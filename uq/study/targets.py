"""The target grammar of tolerance studies: what the inner-surface temperature must satisfy.

A target is one line of text, parsed by :func:`parse_target` into a :class:`Target`:

=============================  ==============================================================
``P95 <= limit``               the 95th percentile must not exceed the study limit
                               (the default criterion of a steady study)
``P99 <= 44 degC``             the 99th percentile must not exceed 44 degC (any temperature
                               unit pint knows: ``K``, ``degC``, ``degF``)
``P97.5 <= 317 K``             any percentile level strictly between 0 and 100
``P(exceed) <= 1 %``           the probability of exceeding the study limit must not exceed 1 %
``P(exceed) <= 0.01``          the same as a fraction (a bare number must lie in (0, 1))
=============================  ==============================================================

The percentile and exceedance forms are about the study's *limit output* (``[study]
limit_output``: the inner-surface temperature by default, or the heat flux, or a face
temperature); a bound given as a number carries that output's unit (``P95 <= 2.5 kW/m^2`` for
the heat flux).

Transient studies (time to burn, :mod:`plyrisk.analysis.transient`) take two more forms:

======================================  =====================================================
``P(second_degree_burn) <= 5 %``        probability of the event within the horizon
                                        (``first_degree_burn``, ``second_degree_burn``,
                                        ``third_degree_burn``, ``sensor_criterion``)
``P5(time_to_second_degree_burn) >= 12 s``  the 5th percentile of the time to the event must
                                        be at least 12 s (``time_to_first_degree_burn``,
                                        ``time_to_second_degree_burn``,
                                        ``time_to_third_degree_burn``, ``sensor_criterion_time``;
                                        any time unit pint knows)
======================================  =====================================================

A time target needs its bound below the horizon: beyond it the time is only known to exceed the
horizon. The tolerance engine judges both on the time to the event capped at the horizon and
negated (:func:`plyrisk.tolerances.study.problem_from_study`), so that "a burn is worse" stays
"larger is worse": ``P5(t) >= 12 s`` is ``P95(-t) <= -12 s``, and P(burn within the horizon)
is the probability that ``-t`` exceeds ``-horizon``.

``P`` and the words ``limit`` and ``exceed`` may be written in any case; spaces are optional
except inside the temperature (``"44 degC"``). Only ``<=`` is accepted. "Exceed" always means
strictly above the study's limit (``[study] limit``). Where a study sweeps exposures the target
must hold at every exposure (see :mod:`plyrisk.tolerances.study`).
"""

from __future__ import annotations

import math
import re
from dataclasses import dataclass

from plyrisk.study.units import HEAT_FLUX, TEMPERATURE, QuantitySpec, UnitError, parse_value

__all__ = ["EVENT_TIMES", "TARGET_FORMS", "Target", "default_criterion", "limit_quantity",
           "parse_target"]

TARGET_FORMS = ("P95 <= limit", "P99 <= 44 degC", "P(exceed) <= 1 %", "P(exceed) <= 0.01",
                "P(second_degree_burn) <= 5 %", "P5(time_to_second_degree_burn) >= 12 s")
"""Examples of every valid form, quoted in error messages."""

EVENT_TIMES = {"first_degree_burn": "time_to_first_degree_burn",
               "second_degree_burn": "time_to_second_degree_burn",
               "third_degree_burn": "time_to_third_degree_burn",
               "sensor_criterion": "sensor_criterion_time"}
"""Events of a transient study and the per-sample time of each."""

_DURATION = QuantitySpec("a time", "s", "12 s", lower=0.0)
_EVENT = re.compile(r"^p\s*\(\s*([a-z_]+)\s*\)\s*<=\s*(.+?)$", re.IGNORECASE)
_TIME = re.compile(r"^p\s*(\d+(?:\.\d*)?|\.\d+)\s*\(\s*([a-z_]+)\s*\)\s*>=\s*(.+?)$",
                   re.IGNORECASE)

_QUANTILE = re.compile(r"^p\s*(\d+(?:\.\d*)?|\.\d+)\s*<=\s*(.+?)$", re.IGNORECASE)
_EXCEED = re.compile(r"^p\s*\(\s*exceed\s*\)\s*<=\s*(.+?)$", re.IGNORECASE)
_NUMBER = re.compile(r"^([-+]?(?:\d+\.?\d*|\.\d+)(?:[eE][-+]?\d+)?)\s*(%?)$")


@dataclass(frozen=True)
class Target:
    """A parsed target: a quantile bound or an exceedance-probability bound.

    Parameters
    ----------
    kind
        ``"quantile"`` (``P<q> <= T``) or ``"exceedance"`` (``P(exceed) <= p``).
    probability
        Quantile level in (0, 1) for a quantile target; ``nan`` for an exceedance target.
    threshold
        The bound: a temperature [K] for a quantile target (``nan`` when it is the study
        limit), a probability in (0, 1) for an exceedance target.
    text
        The target as written, whitespace normalised.
    output
        What the target is about: ``"inner_surface_temperature"`` (steady), or for a
        transient study the event time (``time_to_second_degree_burn``, ...).
    direction
        ``"<="`` (steady and event probabilities) or ``">="`` (a time that must be long
        enough).

    Notes
    -----
    For a time target the threshold is a time [s] and :meth:`bound`, :attr:`engine_probability`
    are in the engine's negated form (see the module docstring).
    """

    kind: str
    probability: float
    threshold: float
    text: str
    output: str = "inner_surface_temperature"
    direction: str = "<="

    @property
    def transient(self) -> bool:
        """Whether the target is about a transient study's event time."""
        return self.output in EVENT_TIMES.values()

    @property
    def engine_probability(self) -> float:
        """Quantile level the engine evaluates: ``1 - p`` for a ``>=`` target."""
        return 1.0 - self.probability if self.direction == ">=" else self.probability

    @property
    def uses_limit(self) -> bool:
        """True when the bound is (or refers to) the study's limit."""
        return self.kind == "exceedance" or math.isnan(self.threshold)

    def bound(self, limit: float) -> float:
        """The numeric bound the metric is compared with.

        Parameters
        ----------
        limit
            The study's inner-surface temperature limit [K].

        Returns
        -------
        float
            [K] for a quantile target, a probability for an exceedance target.
        """
        if self.kind == "quantile" and math.isnan(self.threshold):
            return float(limit)
        if self.kind == "quantile" and self.direction == ">=":
            return -self.threshold
        return self.threshold

    @property
    def label(self) -> str:
        """Short name of the metric, e.g. ``"P95"`` or ``"P(exceed)"``."""
        if self.kind == "exceedance":
            return f"P({self.event})" if self.transient else "P(exceed)"
        if self.transient:
            return f"P{100.0 * self.probability:.10g}({self.output})"
        return f"P{100.0 * self.probability:.10g}"

    @property
    def event(self) -> str:
        """The event of a transient target (e.g. ``"second_degree_burn"``), else ``""``."""
        return next((e for e, t in EVENT_TIMES.items() if t == self.output), "")


def _bad(text: str, why: str) -> ValueError:
    forms = ", ".join(repr(f) for f in TARGET_FORMS)
    return ValueError(f"bad target {text!r}: {why}; valid forms: {forms}")


def limit_quantity(output: str) -> QuantitySpec:
    """The quantity of a limit output: a heat flux for ``"heat_flux"``, else a temperature."""
    return HEAT_FLUX if output == "heat_flux" else TEMPERATURE


def default_criterion(*, transient_event: str | None = None,
                      acceptable: float | None = None) -> str:
    """The criterion of a study whose config gives none.

    Parameters
    ----------
    transient_event
        For a transient study, the event judged (``"second_degree_burn"`` for skin,
        ``"sensor_criterion"`` for a sensor); ``None`` for a steady study.
    acceptable
        The acceptable probability of that event (transient) [-].

    Returns
    -------
    str
        ``"P95 <= limit"`` (steady) or ``"P(<event>) <= <acceptable> %"``.

    Examples
    --------
    >>> default_criterion()
    'P95 <= limit'
    >>> default_criterion(transient_event="second_degree_burn", acceptable=0.05)
    'P(second_degree_burn) <= 5 %'
    """
    if transient_event is None:
        return "P95 <= limit"
    return f"P({transient_event}) <= {100.0 * float(acceptable or 0.05):.6g} %"


def parse_target(text: str, *, output: str = "inner_surface_temperature") -> Target:
    """Parse a target string (grammar in the module docstring).

    Parameters
    ----------
    text
        E.g. ``"P95 <= limit"`` or ``"P(exceed) <= 1 %"``.
    output
        The study's limit output, which the percentile and exceedance forms are about; it fixes
        the unit of a numeric bound (:func:`limit_quantity`).

    Returns
    -------
    Target

    Raises
    ------
    ValueError
        One line naming the text, what is wrong and the valid forms.

    Examples
    --------
    >>> from plyrisk.study.targets import parse_target
    >>> parse_target("P95 <= limit")  # doctest: +ELLIPSIS
    Target(kind='quantile', probability=0.95, threshold=nan, text='P95 <= limit', ...)
    >>> target = parse_target("P99  <=  45 degC")
    >>> target.label, round(target.threshold, 6), target.text
    ('P99', 318.15, 'P99 <= 45 degC')
    >>> parse_target("P(exceed) <= 1 %").threshold
    0.01
    >>> parse_target("P95 < limit")
    Traceback (most recent call last):
    ...
    ValueError: bad target 'P95 < limit': expected '<=' between the metric and its bound ...
    >>> t = parse_target("P5(time_to_second_degree_burn) >= 12 s")
    >>> t.label, t.threshold, t.engine_probability, t.bound(float("nan"))
    ('P5(time_to_second_degree_burn)', 12.0, 0.95, -12.0)
    """
    if not isinstance(text, str):
        raise _bad(str(text), f"expected a string, got {type(text).__name__}")
    clean = " ".join(text.split())
    if not clean:
        raise _bad(text, "empty")
    m = _EXCEED.match(clean)
    if m:
        return Target("exceedance", math.nan, _probability(clean, m.group(1)), clean, output)
    m = _EVENT.match(clean)
    if m:
        event = m.group(1).lower()
        if event not in EVENT_TIMES:
            raise _bad(text, f"unknown event {m.group(1)!r}; valid: exceed, "
                       + ", ".join(EVENT_TIMES))
        return Target("exceedance", math.nan, _probability(clean, m.group(2)), clean,
                      EVENT_TIMES[event], "<=")
    m = _TIME.match(clean)
    if m:
        level, output, bound = float(m.group(1)), m.group(2).lower(), m.group(3).strip()
        if output not in EVENT_TIMES.values():
            raise _bad(text, f"unknown time {m.group(2)!r}; valid: "
                       + ", ".join(EVENT_TIMES.values()))
        if not 0.0 < level < 100.0:
            raise _bad(text, f"percentile level {m.group(1)} must lie strictly between 0 and 100")
        try:
            seconds = parse_value(bound, _DURATION).si
        except UnitError as err:
            raise _bad(text, f"bound {bound!r} is not a time ({err})") from None
        if not seconds > 0.0:
            raise _bad(text, f"time {bound!r} must be positive")
        return Target("quantile", level / 100.0, float(seconds), clean, output, ">=")
    m = _QUANTILE.match(clean)
    if m:
        level = float(m.group(1))
        if not 0.0 < level < 100.0:
            raise _bad(text, f"percentile level {m.group(1)} must lie strictly between 0 and 100")
        bound = m.group(2).strip()
        spec = limit_quantity(output)
        if bound.lower() == "limit":
            threshold = math.nan
        else:
            try:
                threshold = parse_value(bound, spec).si
            except UnitError as err:
                raise _bad(text, f"bound {bound!r} is not 'limit' or {spec.what} ({err})"
                           ) from None
            if spec is TEMPERATURE and not threshold > 0.0:
                raise _bad(text, f"temperature {bound!r} is not above absolute zero")
        return Target("quantile", level / 100.0, threshold, clean, output)
    if "<=" not in clean:
        raise _bad(text, "expected '<=' between the metric and its bound ('>=' only for the "
                   "time to an event, e.g. P5(time_to_second_degree_burn) >= 12 s)")
    raise _bad(text, "the metric must be P<percentile> (e.g. P95) or P(exceed)")


def _probability(text: str, raw: str) -> float:
    m = _NUMBER.match(raw.strip())
    if m is None:
        raise _bad(text, f"probability {raw!r} must be a number, or a number followed by '%'")
    value = float(m.group(1))
    if m.group(2):
        if not 0.0 < value < 100.0:
            raise _bad(text, f"probability {raw!r} must lie strictly between 0 % and 100 %")
        return value / 100.0
    if not 0.0 < value < 1.0:
        raise _bad(text, f"probability {raw!r} must lie strictly between 0 and 1 (or be "
                   "given in %)")
    return value
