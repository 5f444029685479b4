"""The validated study: what :func:`plyrisk.study.config.load_study` returns, all values SI.

:class:`Study` holds the nominal model objects, the uncertain :class:`Parameter` list, the
solver options, the analysis settings and an optional scenario sweep; a transient study (one
with an ``[exposure]`` section) also holds a :class:`TransientSetup`. :func:`assemble` puts
sampled parameter values into the model objects for
:func:`plyrisk.models.network.solve_network` or, for a transient study,
:func:`plyrisk.models.transient.solve_transient`.
"""

from __future__ import annotations

import math
from collections.abc import Mapping
from dataclasses import dataclass, field, replace
from typing import TYPE_CHECKING, Any

import numpy as np
from numpy.typing import ArrayLike

from plyrisk.models.boundary import ColdSide, HotSide
from plyrisk.models.exposure import TransientExposure
from plyrisk.models.mesh import MeshLayout
from plyrisk.models.sensor import CopperDisc
from plyrisk.models.stack import Gap, Solid
from plyrisk.models.wearer import PrescribedWearer, SensorWearer, SkinWearer
from plyrisk.study.distributions import Distribution
from plyrisk.study.units import (
    HEAT_FLUX,
    QUANTITIES,
    TEMPERATURE,
    QuantitySpec,
    format_value,
    from_si,
)

if TYPE_CHECKING:  # pragma: no cover
    from plyrisk.study.correlations import Correlations
    from plyrisk.study.settings import ScreeningSettings, ToleranceSettings

__all__ = ["Analysis", "ComputeOptions", "ModelOptions", "Parameter", "Scenarios", "Study",
           "TransientSetup", "assemble", "exposure_field", "sensor_disc"]

_SPREADS = frozenset({"sd", "tolerance", "upper", "lower"})
_PLAIN = frozenset({"gsd", "cv", "a", "b", "coverage"})  # dimensionless distribution parameters


@dataclass(frozen=True)
class Parameter:
    """One uncertain input of a study.

    Parameters
    ----------
    name
        Stable name, ``"<layer name>.<quantity>"`` or ``"hot_side.<quantity>"``.
    group
        Layer name, ``"hot_side"`` or ``"cold_side"``, for grouped indices.
    target
        ``("layer", index, field)``, ``("hot_side", field)`` or ``("cold_side", field)``; the
        field ``"emissivity"`` of a solid sets both faces (see :attr:`fields`).
    distribution
        The input distribution, in SI units.
    unit
        The user's unit text for display (``"mm"``), ``""`` for dimensionless.
    key_path
        Where it is in the config, e.g. ``"layer[0].thickness"``.
    """

    name: str
    group: str
    target: tuple
    distribution: Distribution
    unit: str
    key_path: str

    @property
    def quantity(self) -> str:
        """The quantity (config key) of the parameter, e.g. ``"thickness"``."""
        return self.target[-1]

    @property
    def fields(self) -> tuple[str, ...]:
        """The model dataclass fields this parameter sets."""
        if self.quantity == "emissivity" and self.target[0] == "layer":
            return ("emissivity_hot", "emissivity_cold")
        return (self.quantity,)

    @property
    def spec(self) -> QuantitySpec:
        """Dimension and physical bounds of the quantity."""
        return QUANTITIES[self.quantity]

    def to_unit(self, values: ArrayLike, *, difference: bool = False) -> np.ndarray:
        """Convert SI values (or differences, e.g. a std) to the user's unit [unit].

        Parameters
        ----------
        values
            Values in SI [SI].
        difference
            The values are differences or spreads: no temperature offset.
        """
        return np.asarray(from_si(values, self.unit, self.spec, difference=difference))

    def format(self, value: float, *, difference: bool = False, digits: int = 4) -> str:
        """An SI value shown in the user's unit, e.g. ``"0.5 mm"``."""
        return format_value(value, self.unit, self.spec, difference=difference, digits=digits)

    def describe(self) -> str:
        """The distribution as the user gave it, in the user's unit.

        E.g. ``"0.5 mm +/- 0.04 mm (normal, band = +/-3 sd)"`` or
        ``"lognormal(median 1 mm, gsd 1.4)"``.
        """
        d = self.distribution
        p = d.params

        def show(key: str) -> str:
            if key in _PLAIN:
                return f"{p[key]:.4g}"
            return self.format(p[key], difference=key in _SPREADS)

        if d.kind == "tolerance":
            band = f"+/-{p.get('coverage', 3.0):g} sd"
            if "tolerance" in p:
                text = f"{show('nominal')} +/- {show('tolerance')}"
            else:
                text = f"{show('nominal')} +{show('upper')} / -{show('lower')}"
            return f"{text} (normal, band = {band})"
        return f"{d.kind}(" + ", ".join(f"{k} {show(k)}" for k in p) + ")"

    def truncation(self) -> str:
        """Where the physical bounds cut the distribution and how much mass is cut.

        E.g. ``"truncated at 0 mm: 0.13 % of the mass cut"``; ``"none"`` when nothing is cut.
        """
        d = self.distribution
        if d.truncated_mass == 0.0:
            return "none"
        lo, hi = -math.inf, math.inf  # support before the physical bounds
        if d.kind == "truncnormal":
            lo, hi = d.params.get("low", -math.inf), d.params.get("high", math.inf)
        elif d.kind == "lognormal":
            lo = 0.0
        cuts = [b for b, active in ((d.bounds.lower, d.bounds.lower > lo),
                                    (d.bounds.upper, d.bounds.upper < hi)) if active]
        where = " and ".join(self.format(b) for b in cuts)
        mass = 100.0 * d.truncated_mass
        amount = "< 0.0001 %" if mass < 1e-4 else f"{mass:.2g} %"
        return f"truncated at {where}: {amount} of the mass cut"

_WHAT IS BEING ASKED:_
From the data above, copy each line with the string "dataclasses" in it.

_ANSWER FOR THIS EXERCISE:_
from dataclasses import dataclass
from dataclasses import dataclass, field, replace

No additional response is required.